* [TASK BRIEF] In the data below, work out how many lines include the string "concatenate". Only the number should be given.

* [DATA PROVIDED]
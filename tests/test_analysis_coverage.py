"""Coverage of the overtone analysis over its own prior (simulation-based calibration).

Truths are drawn from the prior the analysis uses (N uniform in 0..2, mass and
spin uniform in the box, expected network SNR log-uniform on the default SNR
prior, amplitudes from the g-prior), data are simulated exactly under the noise
model, and each trial's truth is located in its posteriors
(:mod:`ringsearch.analysis.calibration`).  For a calibrated analysis the 50% and
90% intervals hold the truth in Binomial(n, 0.5) and Binomial(n, 0.9) of n
trials (Cook, Gelman & Rubin 2006, JCGS 15, 675; Talts et al. 2018,
arXiv:1804.06788).  Each check accepts the counts whose two-sided binomial tail
exceeds 1e-3, so with the 14 checks below the false-failure probability of a
calibrated analysis is at most 1.4% (they are not independent, which only
lowers it); the seed is fixed.  ``make calibrate`` runs the same with 400
trials per network and writes the table and P-P plots kept in the README.
"""

from __future__ import annotations

import numpy as np
import pandas as pd
import pytest
from scipy import stats

from ringsearch.analysis.calibration import (
    CalibrationSetup,
    claim_rates,
    coverage_table,
    draw_trial,
    run_trial,
)
from ringsearch.analysis.posterior import remnant_posterior

TRIALS = 120
TAIL = 1e-3


def _accepted(n: int, p: float) -> tuple[int, int]:
    """Counts k with P(K <= k) > TAIL/2 and P(K >= k) > TAIL/2 for K ~ Binomial(n, p)."""
    lo = int(stats.binom.ppf(TAIL / 2, n, p))
    hi = int(stats.binom.isf(TAIL / 2, n, p))
    return lo, hi


@pytest.fixture(scope="module", params=[("H1",), ("H1", "L1")], ids=["one", "two"])
def trials(request):
    setup = CalibrationSetup(detectors=request.param, seed=41 + len(request.param))
    return pd.DataFrame([run_trial(setup, i) for i in range(TRIALS)])


def test_intervals_hold_the_truth_at_their_nominal_rate(trials):
    table = coverage_table(trials)
    rows = table[table["group"] == "all"]
    checked = 0
    for _, r in rows.iterrows():
        if r["posterior"] == "averaged over N" and r["nominal"] == 0.5:
            continue
        lo, hi = _accepted(int(r["n"]), float(r["nominal"]))
        assert lo <= r["held"] <= hi, r.to_dict()
        checked += 1
    assert checked == 7


def test_the_draws_span_the_prior(trials):
    # the population is what the prior says: every N, SNRs from quiet to loud
    assert set(trials["n_overtones"]) == {0, 1, 2}
    assert trials["snr"].min() < 10 and trials["snr"].max() > 80
    assert ((trials["best_snr"] >= 15) & (trials["best_snr"] < 50)).sum() > 20


def test_a_trial_is_reproducible_from_its_seed_and_index():
    setup = CalibrationSetup(seed=5)
    a, sa = draw_trial(setup, 3)
    b, sb = draw_trial(CalibrationSetup(seed=5), 3)
    assert a == b and np.array_equal(sa[0].values, sb[0].values)
    c, _ = draw_trial(setup, 4)
    assert c != a


def test_noise_alone_is_reported_as_prior_dominated():
    # Pure noise: no overtone is supported and the (mass, spin) posterior is close to the
    # prior, which the warnings must say (a scale of SNR 0.01 is noise in practice).
    setup = CalibrationSetup(snr_prior=(0.01, 0.0100001), true_overtones=0, seed=9)
    _, series = draw_trial(setup, 0)
    post = remnant_posterior(series, [setup.noise()], 0.0, setup.mass_range,
                             setup.spin_range, 2, (20, 20))
    assert post.supported_overtones() == 0
    warned = [w for w in post.resolution_warnings(0) if "dominated by the prior" in w]
    assert len(warned) == 1 and post.region_fraction(0) > 0.5
    # and a loud signal is not
    loud = CalibrationSetup(snr_prior=(60.0, 60.0001), true_overtones=0, seed=9)
    _, series = draw_trial(loud, 0)
    post = remnant_posterior(series, [loud.noise()], 0.0, loud.mass_range, loud.spin_range,
                             2, (20, 20))
    assert not [w for w in post.resolution_warnings(0) if "dominated by the prior" in w]


def test_model_average_weighs_the_n_posteriors_by_their_evidence(trials):
    setup = CalibrationSetup(snr_prior=(60.0, 60.0001), true_overtones=0, seed=9)
    _, series = draw_trial(setup, 0)
    post = remnant_posterior(series, [setup.noise()], 0.0, setup.mass_range,
                             setup.spin_range, 2, (20, 20))
    av = post.averaged()
    w = np.array([av["weights"][str(k)] for k in range(3)])
    assert w.sum() == pytest.approx(1.0)
    z = post.log_evidence
    assert w[1] / w[0] == pytest.approx(np.exp(z[1] - z[0]), rel=1e-9)
    # dominated by N = 0 here, so the average is N = 0's summary
    assert w[0] > 0.9
    assert av["mass"]["median"] == pytest.approx(post.summary(0)["mass"]["median"], abs=1.0)


def test_claim_rates_count_false_claims_and_misses(trials):
    c = claim_rates(trials, [0, 10, 1000])
    assert c["n"].sum() == len(trials)
    none = c.iloc[0]
    assert none["n"] == int((trials["n_overtones"] == 0).sum())
    assert none["missed"] == 0
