"""Greedy clustering on part of the data: where its result is certified to equal the whole's.

The searches at requested times (campaigns) cluster the candidates of short
regions only, and rely on :func:`stable_segments` to say where that equals
clustering everything.  These tests compare against the brute force: cluster
a whole random set, and a partial set that agrees with it only inside some
zones (and holds different candidates outside them).
"""

from __future__ import annotations

import numpy as np
import pandas as pd
from gwpy.segments import Segment, SegmentList

from ringsearch.search.triggers import cluster_triggers, stable_segments

TRIALS = 1000


def _kept(times, loud, window):
    table = pd.DataFrame({"gps": times, "snr": loud})
    return set(np.round(cluster_triggers(table, window).gps.to_numpy(), 12))


def _inside(t, segs):
    t = np.asarray(t, float)
    out = np.zeros(t.size, bool)
    for s in segs:
        out |= (t >= float(s[0])) & (t <= float(s[1]))
    return out


def test_stable_segments_hold_the_whole_sets_clustering():
    # 400 random trials: candidates at rate 2-12 per window on [0, 30] s with random keys;
    # the partial set keeps them inside two random zones and replaces the rest by other
    # random candidates.  Inside the stable segments the kept candidates must be the
    # same.  Some keys are known only by an upper bound (as vetoes computed lazily).
    rng = np.random.default_rng(2026)
    w = 0.25
    covered, failures = 0.0, 0
    for _ in range(TRIALS):
        rate = rng.uniform(2, 12) / w
        n = rng.poisson(rate * 30)
        t = np.sort(rng.uniform(0, 30, n))
        loud = rng.exponential(1.0, n) + 5.0
        zones = SegmentList()
        for _ in range(2):
            a = rng.uniform(0, 25)
            zones.append(Segment(a, a + rng.uniform(0.5, 5)))
        zones.coalesce()
        inside = _inside(t, zones)
        m = rng.poisson(rate * 30)
        t_out = rng.uniform(0, 30, m)
        t_out = t_out[~_inside(t_out, zones)]
        part_t = np.concatenate([t[inside], t_out])
        # outside, louder candidates: what lies beyond the zones pushes in as far as it can
        part_l = np.concatenate([loud[inside], rng.exponential(1.0, t_out.size) + 6.0])
        known = rng.random(part_t.size) < 0.7
        lower = np.where(known, part_l, -np.inf)
        upper = np.where(known, part_l, part_l + rng.exponential(0.5, part_t.size))
        stable = stable_segments(zones, part_t, lower, upper, w)
        whole, part = _kept(t, loud, w), _kept(part_t, part_l, w)
        whole_in = {x for x in whole if _inside([x], stable)[0]}
        part_in = {x for x in part if _inside([x], stable)[0]}
        if whole_in != part_in:
            failures += 1
        covered += sum(float(s[1] - s[0]) for s in stable) / sum(
            float(s[1] - s[0]) for s in zones)
    # not vacuous: a fair share of the zones is certified on average
    assert failures == 0, failures
    assert covered / TRIALS > 0.3


def test_a_zone_without_firewalls_is_not_certified():
    # A chain of ever louder candidates, closer than the window, running out of the zone:
    # what is kept inside depends on what lies outside, and nothing is certified.
    w = 0.5
    t = np.arange(0.0, 6.0, 0.3)
    loud = 5.0 + t
    zone = SegmentList([Segment(0.0, 4.0)])
    inside = t <= 4.0
    assert not stable_segments(zone, t[inside], loud[inside], loud[inside], w)
    # two candidates louder than their neighbours make firewalls: certified between them
    loud2 = loud.copy()
    loud2[[3, 9]] = 50.0
    seg = stable_segments(zone, t[inside], loud2[inside], loud2[inside], w)
    assert len(seg) == 1
    assert abs(float(seg[0][0]) - t[3]) < 1e-9 and abs(float(seg[0][1]) - t[9]) < 1e-9
    # a firewall needs its whole window inside the zone
    loud3 = loud.copy()
    loud3[[1, 9]] = 50.0
    seg = stable_segments(zone, t[inside], loud3[inside], loud3[inside], w)
    assert not seg


def test_an_empty_zone_is_stable_one_window_in_from_each_edge():
    seg = stable_segments(SegmentList([Segment(10.0, 12.0)]), [], [], [], 0.5)
    assert len(seg) == 1
    assert abs(float(seg[0][0]) - 10.5) < 1e-6 and abs(float(seg[0][1]) - 11.5) < 1e-6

* [FINISHED TASK] 2